Ese café representa no solo el cierre de un capítulo, sino el reconocimiento de todo lo que vivimos, lo bueno y lo malo, lo dulce y lo amargo. Es extraño cómo algo tan simple como un café puede cargar tanto significado, cómo puede ser el símbolo de tantas conversaciones pendientes, de tantas palabras que se quedaron atoradas en la garganta, de risas compartidas y también de silencios incómodos.

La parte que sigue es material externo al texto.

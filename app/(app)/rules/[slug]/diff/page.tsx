import type { Metadata } from 'next';
import Link from 'next/link';
import { notFound } from 'next/navigation';
import { getDb } from '@/db';
import { findJurisdictionBySlug } from '@/db/jurisdictions';
import { findVersionByNumber, listVersions } from '@/db/rule-sets';
import { DiffView } from '@/components/admin/diff-view';
import { PageHeader } from '@/components/ui/page-header';
import { diffRuleSets } from '@/lib/domain/rule-sets/diff';
import { describeParameterChanges } from '@/lib/domain/params/describe';
import { baselineLabel, baselineRuleSet } from '@/lib/services/rule-sets/comparisons';
import { pageRoles } from '@/lib/domain/roles';
import { requirePageUser } from '@/lib/platform/auth/session';
import { parsePositiveInt } from '@/lib/domain/integers';

export const metadata: Metadata = { title: 'Compare rule set versions' };

export default async function DiffPage({ params, searchParams }: { params: Promise<{ slug: string }>; searchParams: Promise<{ from?: string; to?: string }> }) {
  const { slug } = await params;
  const query = await searchParams;
  await requirePageUser(pageRoles['/rules'], `/rules/${slug}/diff`);
  const db = getDb();
  const jurisdiction = await findJurisdictionBySlug(db, slug);
  if (!jurisdiction) notFound();
  // `from=baseline`: the model codes for the version's editions, the only thing to compare a
  // first version with before anything is published.
  const fromBaseline = query.from === BASELINE;
  const fromNumber = fromBaseline ? 0 : parsePositiveInt(query.from);
  const toNumber = parsePositiveInt(query.to);
  if (fromNumber === null || toNumber === null) {
    const versions = await listVersions(db, jurisdiction.id);
    return <PickVersions slug={slug} name={jurisdiction.name} versions={versions.map((v) => ({ version: v.version, status: v.status }))} from={query.from} to={query.to} />;
  }
  const to = await findVersionByNumber(db, jurisdiction.id, toNumber);
  if (!to) notFound();
  const from = fromBaseline ? baselineRuleSet(to) : await findVersionByNumber(db, jurisdiction.id, fromNumber);
  if (!from) notFound();
  const label = (s: typeof to) => `v${s.version} (${s.status})`;
  const fromLabel = fromBaseline ? 'Model-code baseline' : label(from);
  return (
    <>
      <PageHeader kicker={jurisdiction.name} title={fromBaseline ? `Model-code baseline → version ${to.version}` : `Version ${from.version} → version ${to.version}`}>
        <Link href={`/rules/${slug}`} className="btn-secondary">All versions</Link>
      </PageHeader>
      {fromBaseline && <p className="mb-4 max-w-prose text-sm text-ink-soft" data-testid="diff-baseline">Compared with {baselineLabel(to)}: what this version changes from the model codes it was started from.</p>}
      <DiffView diff={diffRuleSets(from, to)} parameterChanges={describeParameterChanges(from.parameters, to.parameters)} fromLabel={fromLabel} toLabel={label(to)} />
    </>
  );
}

const BASELINE = 'baseline';

type VersionOption = { version: number; status: string };

/** Reached without two version numbers (a hand-typed or cut-off link): say so and let the admin pick them. */
function PickVersions({ slug, name, versions, from, to }: { slug: string; name: string; versions: VersionOption[]; from?: string; to?: string }) {
  const given = from !== undefined || to !== undefined;
  const newest = versions[0]?.version;
  // A single version (nothing published yet) is compared with the baseline it started from.
  const previous = versions[1]?.version ?? BASELINE;
  const select = (id: string, label: string, preset: number | string | undefined) => (
    <div>
      <label htmlFor={id} className="field-label">{label}</label>
      <select id={id} name={id} defaultValue={preset} className="field-input">
        {id === 'from' && <option value={BASELINE}>the model-code baseline</option>}
        {versions.map((v) => (
          <option key={v.version} value={v.version}>v{v.version} ({v.status})</option>
        ))}
      </select>
    </div>
  );
  return (
    <>
      <PageHeader kicker={name} title="Compare rule set versions">
        <Link href={`/rules/${slug}`} className="btn-secondary">All versions</Link>
      </PageHeader>
      <p role={given ? 'alert' : undefined} className="mb-4 text-sm text-slate-700">
        {given ? 'The link names no valid pair of versions (?from=<n>&to=<n>, each a version number). ' : ''}
        Pick the two versions to compare.
      </p>
      {versions.length === 0 ? (
        <p className="text-sm text-slate-700">This jurisdiction has no rule set versions yet.</p>
      ) : (
        <form method="get" className="flex flex-wrap items-end gap-4">
          {select('from', 'From version', previous)}
          {select('to', 'To version', newest)}
          <button type="submit" className="btn-primary">Compare</button>
        </form>
      )}
    </>
  );
}
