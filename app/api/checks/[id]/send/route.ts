import { z } from 'zod';
import { getDb } from '@/db';
import { recordSend } from '@/db/reports';
import { requireUser } from '@/lib/platform/auth/session';
import { ServiceUnavailableError, ValidationError } from '@/lib/domain/errors';
import { json, parseBody, route } from '@/lib/platform/http';
import { sendMail } from '@/lib/platform/mail';
import { issueReport, publicBaseUrl, reportFilename } from '@/lib/services/reports/issue';

type Ctx = { params: Promise<{ id: string }> };

const sendSchema = z.strictObject({
  to: z.email('Give the inspector’s e-mail address.').optional().describe('Defaults to the jurisdiction’s inspector e-mail.'),
  note: z.string().max(2000, 'Keep the note under 2000 characters.').optional(),
});

export const POST = route<Ctx>(async (request, { params }) => {
  const user = await requireUser(request, ['installer']);
  const body = await parseBody(request, sendSchema);
  const db = getDb();
  const { report, pdf, project, check } = await issueReport(db, user, (await params).id);
  const jur = await db.selectFrom('jurisdictions').select(['inspector_email', 'name']).where('id', '=', project.jurisdiction.id).executeTakeFirstOrThrow();
  const to = body.to ?? jur.inspector_email;
  if (!to) throw new ValidationError([{ path: 'to', message: `${jur.name} has no inspector e-mail on file; enter the address.` }]);
  const verifyUrl = `${publicBaseUrl()}/verify/${report.code}`;
  const s = check.summary;
  const text = [
    `${user.name} sends the NookPass check report for ${project.name}, ${project.siteAddress} (${jur.name}).`,
    '',
    `Report ${report.code}: ${s.fail} fail, ${s.caution} caution, ${s.needsInfo} need information, ${s.pass} pass.`,
    `Rule set version ${check.ruleSet.version}; plan revision ${check.planRevision.number}.`,
    body.note ? `\nNote from the installer:\n${body.note}\n` : '',
    `Confirm the attached PDF is the one NookPass issued: ${verifyUrl}`,
    `SHA-256 of the PDF: ${report.sha256}`,
    '',
    'The locally adopted code, the AHJ and licensed trades govern; this report does not replace the inspection.',
  ].join('\n');
  try {
    const { messageId } = await sendMail({
      to,
      subject: `Check report ${report.code} — ${project.name}`,
      text,
      attachments: [{ filename: reportFilename(project, report.code), content: pdf, contentType: 'application/pdf' }],
    });
    await recordSend(db, { reportId: report.id, projectId: project.id, jurisdictionId: project.jurisdiction.id, to, status: 'sent', error: null, messageId, actorId: user.id });
    return json({ sent: true, to, report: { code: report.code, sha256: report.sha256 } }, 201);
  } catch (err) {
    if (!(err instanceof ServiceUnavailableError) && !(err instanceof ValidationError)) throw err;
    // The report stays issued and the failure is on record; sending again later works.
    await recordSend(db, { reportId: report.id, projectId: project.id, jurisdictionId: project.jurisdiction.id, to, status: 'failed', error: err.message, messageId: null, actorId: user.id });
    throw err;
  }
});
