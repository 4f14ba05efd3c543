import { stringify } from 'csv-stringify/sync';
import type { Finding } from '@/lib/domain/engine';
import type { CheckOutcome } from '@/lib/domain/checks/outcome';
import { areaTitles, citationText, findingStatusLabels } from '@/lib/domain/vocabulary';

/**
 * OWASP "CSV Injection": a cell a spreadsheet would read as a formula (starting with = + - @, tab or carriage
 * return) is written with a leading apostrophe so it is shown as text, never run.
 */
const FORMULA_START = /^[=+\-@\t\r]/;

export function neutraliseCell(value: string | number | boolean | null | undefined): string {
  if (value === null || value === undefined) return '';
  const text = String(value);
  return FORMULA_START.test(text) ? `'${text}` : text;
}

function toCsv(header: readonly string[], rows: ReadonlyArray<ReadonlyArray<string | number | boolean | null | undefined>>): string {
  // RFC 4180 §2: CRLF between records; the header line names the columns.
  return stringify([[...header], ...rows.map((row) => row.map(neutraliseCell))], { record_delimiter: '\r\n', bom: true });
}

/** What an exported project row needs; the projects list's own item type has more. */
export type ProjectExportRow = {
  name: string;
  siteAddress: string;
  jurisdiction: { name: string };
  permitNumber: string | null;
  isDemo: boolean;
  archivedAt: Date | string | null;
  updatedAt: Date | string;
  latestRevision: number | null;
  latestCheck: { outcome: CheckOutcome; createdAt: Date | string } | null;
};

export const PROJECTS_CSV_HEADER = ['Project', 'Site address', 'Jurisdiction', 'Permit number', 'Latest check', 'Latest check at', 'Plan revision', 'Updated', 'Archived', 'Demo'] as const;

const outcomeText: Record<CheckOutcome, string> = { pass: 'Passes', fail: 'Has failures', incomplete: 'Incomplete' };

const iso = (d: Date | string | null | undefined) => (d ? new Date(d).toISOString() : '');

export function projectsCsv(projects: readonly ProjectExportRow[]): string {
  return toCsv(
    PROJECTS_CSV_HEADER,
    projects.map((p) => [
      p.name,
      p.siteAddress,
      p.jurisdiction.name,
      p.permitNumber ?? '',
      p.latestCheck ? outcomeText[p.latestCheck.outcome] : 'Not checked yet',
      iso(p.latestCheck?.createdAt),
      p.latestRevision ?? '',
      iso(p.updatedAt),
      p.archivedAt ? 'yes' : 'no',
      p.isDemo ? 'yes' : 'no',
    ]),
  );
}

export const FINDINGS_CSV_HEADER = ['Rule', 'Title', 'Area', 'Section cited', 'Status', 'Message', 'Remedy', 'Measured', 'Limit'] as const;

export function findingsCsv(findings: readonly Finding[]): string {
  return toCsv(
    FINDINGS_CSV_HEADER,
    findings.map((f) => [
      f.ruleKey,
      f.title,
      areaTitles[f.area] ?? f.area,
      citationText(f.citation),
      findingStatusLabels[f.status]?.label ?? f.status,
      f.message,
      f.remedy ?? '',
      f.display?.measured ?? '',
      f.display?.limit ?? '',
    ]),
  );
}

/** A file name safe in any file system: the name's letters and digits, dashes between. */
export function csvFileName(...parts: string[]): string {
  const slug = parts
    .join(' ')
    .normalize('NFKD')
    .replace(/[^\w\s-]/g, '')
    .trim()
    .replace(/[\s_-]+/g, '-')
    .toLowerCase()
    .slice(0, 80);
  return `${slug || 'export'}.csv`;
}
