export interface Dryer extends Appliance {
  fuel?: 'electric' | 'gas';
  exhaustCfm?: number;
  maxDuctLength?: number | null;
  closetVent?: { top?: number; bottom?: number } | null;
}

export interface RunItem {
  straight?: number;
  elbow?: 45 | 90;
  fitting?: FittingKind;
}

export interface Exhaust {
  material?: Enum<typeof ductMaterials>;
  diameter?: number;
  thickness?: number;
  transition?: { length?: number; listed?: boolean; concealed?: boolean };
  run?: RunItem[];
  concealed?: boolean;
  cavityDepth?: number;
  lengthLabel?: boolean;
  fastenersIntoAirstream?: boolean;
  fastenerProtrusion?: number;
  termination?: { clearanceToOpenings?: number; backdraftDamper?: boolean; screen?: boolean };
  boosterFan?: { kind?: 'power-ventilator' | 'booster'; listed?: boolean; maxDuctLength?: number } | null;
}

export interface Receptacle {
  serves?: 'washer' | 'dryer' | 'both';
  volts?: number;
  amps?: number;
  wires?: 3 | 4;
  gfci?: boolean;
  afci?: boolean;
  distanceToAppliance?: number;
  reachableInstalled?: boolean;
  existingCircuit?: boolean;
}

export interface Door {
  kind?: Enum<typeof doorKinds>;
  width?: number;
  height?: number;
  thickness?: number;
  hinges?: number[];
}

export interface Plan {
  units: UnitSystem;
  space?: { kind?: Enum<typeof spaceKinds>; opensInto?: Enum<typeof adjoiningRooms>; overFinishedSpace?: boolean };
  arrangement?: 'side-by-side' | 'stacked';
  enclosure?: {
    width?: number;
    depth?: number;
    height?: number;
    depthMeasured?: 'outside' | 'inside';
    panelThickness?: number;
    openingWidth?: number;
    toeKick?: { height?: number; removable?: boolean } | null;
  };
  washer?: Appliance;
  dryer?: Dryer;
  exhaust?: Exhaust;
  makeupAir?: {
    openings?: Array<{ position?: 'top' | 'bottom' | 'side' | 'other'; netFreeArea?: number }>;
    providedCfm?: number;
  };
  electrical?: { laundryCircuit?: { amps?: number; dedicated?: boolean }; receptacles?: Receptacle[] };
  plumbing?: {
    standpipeHeight?: number;
    trapSize?: number;
    drainPan?: { present?: boolean; drainsTo?: Enum<typeof drainDestinations> } | null;
    valvesAccessible?: boolean;
    hammerArrestors?: boolean;
    leakShutoff?: boolean;
  };
  gas?: { shutoffDistance?: number; shutoffSameRoom?: boolean; connectorLength?: number } | null;
  doors?: Door[];
}


const canonicalSchemas: Record<UnitSystem, ReturnType<typeof canonicalSchema>> = {
  imperial: canonicalSchema('imperial', true),
  metric: canonicalSchema('metric', true),
};
const storedSchemas: Record<UnitSystem, ReturnType<typeof canonicalSchema>> = {
  imperial: canonicalSchema('imperial', false),
  metric: canonicalSchema('metric', false),
};

/** The converting schema for new input, with every size limit. */
export function canonicalPlanSchema(units: UnitSystem) {
  return canonicalSchemas[units];
}

/** The converting schema for plans already stored: the same fields and checks, without the size limits. */
export function storedPlanSchema(units: UnitSystem) {
  return storedSchemas[units];
}

export { labelForPath };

Ese café es el pretexto perfecto para mirarnos a los ojos una vez más, para decir todas esas cosas que el orgullo o el dolor nos hicieron callar. Quizás, en el fondo, ambos sabemos que ese café con leche es más una ilusión, una manera de aferrarnos a la idea de que aún queda algo por resolver entre nosotros, cuando en realidad, lo que nos une ya no son los lazos del presente, sino los ecos del pasado.
Aún así, la idea de ese café pendiente sigue ahí, como un punto de encuentro en el laberinto de nuestros recuerdos, un «qué hubiera pasado si» que nos acompaña en las noches de insomnio. Aunque tal vez nunca lleguemos a compartir ese café, el saber que está pendiente, que de alguna manera ambos lo tenemos presente, es una forma extraña de mantener viva la conexión que una vez tuvimos, de no cerrar del todo la puerta a lo que fuimos.
Porque en el fondo, ese «lo siento, está bien cabrón» no es solo una disculpa, sino una aceptación de nuestras fallas, de nuestros errores, y quizás, solo quizás, de ese cariño que, a pesar de todo, nunca se fue del todo.